FIG. 1 is a vertical cross-sectional view of a first embodiment of the present invention, FIG. 2 is a vertical cross-sectional view of a second embodiment of the present invention, and FIG. 3 is a vertical cross-sectional view of an example of a conventional high voltage semiconductor device. . 1... P-type semiconductor substrate, 2... N-type buried layer, 3A,
3B...N type epitaxial layer, 4...P type isolation layer, 5...Field oxide film, 6...Gate oxide film,
7... Gate electrode, 8... High concentration P-type diffusion layer, 9...
・・High concentration N type spreading layer, 10... P well, 11...
-th tpSG film 12...aluminum wiring, 13...

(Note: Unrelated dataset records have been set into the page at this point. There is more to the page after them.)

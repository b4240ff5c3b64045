import type { UploadStatus } from "@/lib/uploads/schemas";

/**
 * waiting: its turn has not come; stopped: the connection failed or the page was left;
 * refused: by this page, the portal or the check of its content.
 */
export type FileRowState =
  "waiting" | "sending" | "paused" | "stopped" | "checking" | "taken" | "refused";

/** A file on its way in, as the page shows it. */
export type FileRow = {
  key: string;
  /** Null until the portal knows of it. */
  uploadId: string | null;
  fileName: string;
  sizeBytes: number;
  sentBytes: number;
  state: FileRowState;
  /** What was sent stays in the store when it stops. */
  keepsParts: boolean;
  /** The file has to be chosen again, since the page that had it is gone. */
  needsFile: boolean;
  refusal: string | null;
  imageId: string | null;
  imageLabel: string | null;
};

export const newRow = (key: string, file: { name: string; size: number }): FileRow => ({
  key,
  uploadId: null,
  fileName: file.name,
  sizeBytes: file.size,
  sentBytes: 0,
  state: "waiting",
  keepsParts: false,
  needsFile: false,
  refusal: null,
  imageId: null,
  imageLabel: null,
});

const STATES: Record<UploadStatus["state"], FileRowState> = {
  sending: "stopped",
  sent: "checking",
  taken: "taken",
  refused: "refused",
  cancelled: "refused",
};

/** A row for a file that an earlier page began to send. */
export const rowOfStatus = (status: UploadStatus): FileRow => ({
  key: status.uploadId,
  uploadId: status.uploadId,
  fileName: status.fileName,
  sizeBytes: status.sizeBytes,
  sentBytes: status.state === "sending" ? status.sentBytes : status.sizeBytes,
  state: STATES[status.state],
  keepsParts: status.sentBytes > 0,
  needsFile: status.state === "sending",
  refusal: status.refusal,
  imageId: status.imageId,
  imageLabel: status.imageLabel,
});

/** What the portal says of a file, on the row that the page has of it. */
export const withStatus = (row: FileRow, status: UploadStatus): FileRow => ({
  ...rowOfStatus(status),
  key: row.key,
});
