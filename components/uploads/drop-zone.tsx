"use client";

import { useState } from "react";
import { useDropzone } from "react-dropzone";
import { Button } from "@/components/ui/button";
import { classNames } from "@/components/ui/class-names";
import { Notice } from "@/components/ui/notice";
import type { UploadPurpose } from "@/lib/uploads/constants";
import { acceptMap, FILE_RULES } from "@/lib/uploads/file-rules";
import type { UploadDetails } from "@/lib/uploads/schemas";
import { FileRowView } from "./file-row-view";
import { spokenState } from "./file-row-words";
import { type ItemChoice, PictureDetails } from "./picture-details";
import { useLeaveWarning } from "./use-leave-warning";
import { useUploads } from "./use-uploads";

export type DropZoneProps = {
  caseId: string;
  purpose: UploadPurpose;
  /** Items that a picture can show; for pictures only. */
  items?: readonly ItemChoice[];
  /** Why no file can be added now; null when it can. */
  disabledReason?: string | null;
  /** Called each time a file has been checked and taken in. */
  onDone?: () => void;
};

const NO_ITEMS: readonly ItemChoice[] = [];
const megabytes = (bytes: number) => Math.floor(bytes / 1024 / 1024);

/** Takes files by drop, paste of the keyboard or choice, and shows each until it is taken in. */
export function DropZone({
  caseId,
  purpose,
  items = NO_ITEMS,
  disabledReason = null,
  onDone,
}: DropZoneProps) {
  const isPicture = purpose === "image";
  const [details, setDetails] = useState<UploadDetails>(isPicture ? { technique: "camera" } : {});
  const uploads = useUploads(caseId, purpose, onDone);
  useLeaveWarning(uploads.isSending);
  const rule = FILE_RULES[purpose];
  const { getRootProps, getInputProps, isDragActive, open } = useDropzone({
    accept: acceptMap(purpose),
    disabled: disabledReason !== null,
    noClick: true,
    noKeyboard: true,
    // What does not fit is shown with its reason, file by file, instead of falling away.
    onDrop: (accepted, rejections) =>
      uploads.add([...accepted, ...rejections.map(({ file }) => file)], details),
  });
  const last = uploads.rows.at(-1);
  return (
    <div className="grid gap-3">
      {disabledReason !== null ? (
        <Notice kind="readonly" title="No files can be added.">
          {disabledReason}
        </Notice>
      ) : (
        <div
          {...getRootProps({
            className: classNames(
              "grid gap-3 rounded-4 border border-dashed p-4",
              isDragActive ? "border-action bg-action-tint" : "border-control bg-surface-2",
            ),
          })}
        >
          <div className="flex flex-wrap items-center gap-x-4 gap-y-2">
            <Button look="primary" onClick={open}>
              {isPicture ? "Choose pictures" : "Choose files"}
            </Button>
            <p className="text-12 text-ink-2">
              or drop them here. {rule.says}, up to {megabytes(rule.maxBytes)} MB each
              {isPicture ? " and 400 megapixels; 8 or 16 bit" : ""}. The original is kept unchanged.
            </p>
          </div>
          {isPicture && <PictureDetails details={details} items={items} onChange={setDetails} />}
          <input
            {...getInputProps({ "aria-label": isPicture ? "Pictures to add" : "Files to add" })}
          />
        </div>
      )}
      {uploads.rows.length > 0 && (
        <ul aria-label="Files on their way" className="rounded-4 border border-rule bg-surface">
          {uploads.rows.map((row) => (
            <FileRowView
              key={row.key}
              row={row}
              caseId={caseId}
              acts={{ ...uploads, choose: open }}
            />
          ))}
        </ul>
      )}
      <p role="status" className="sr-only">
        {last ? spokenState(last) : ""}
      </p>
    </div>
  );
}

・Second PSG film, 14A, 14B, 14A', 14B'
...Shield aluminum film.

Claims (1)

[Claims] 1. In a semiconductor device in which a high-voltage transistor and a low-voltage transistor are formed on the same semiconductor substrate, independent shield metal films are disposed on the element isolation insulating film at least in the boundary region of each transistor, and the high-voltage transistor A high voltage semiconductor device, characterized in that the shield metal film is set to the same potential as the semiconductor substrate.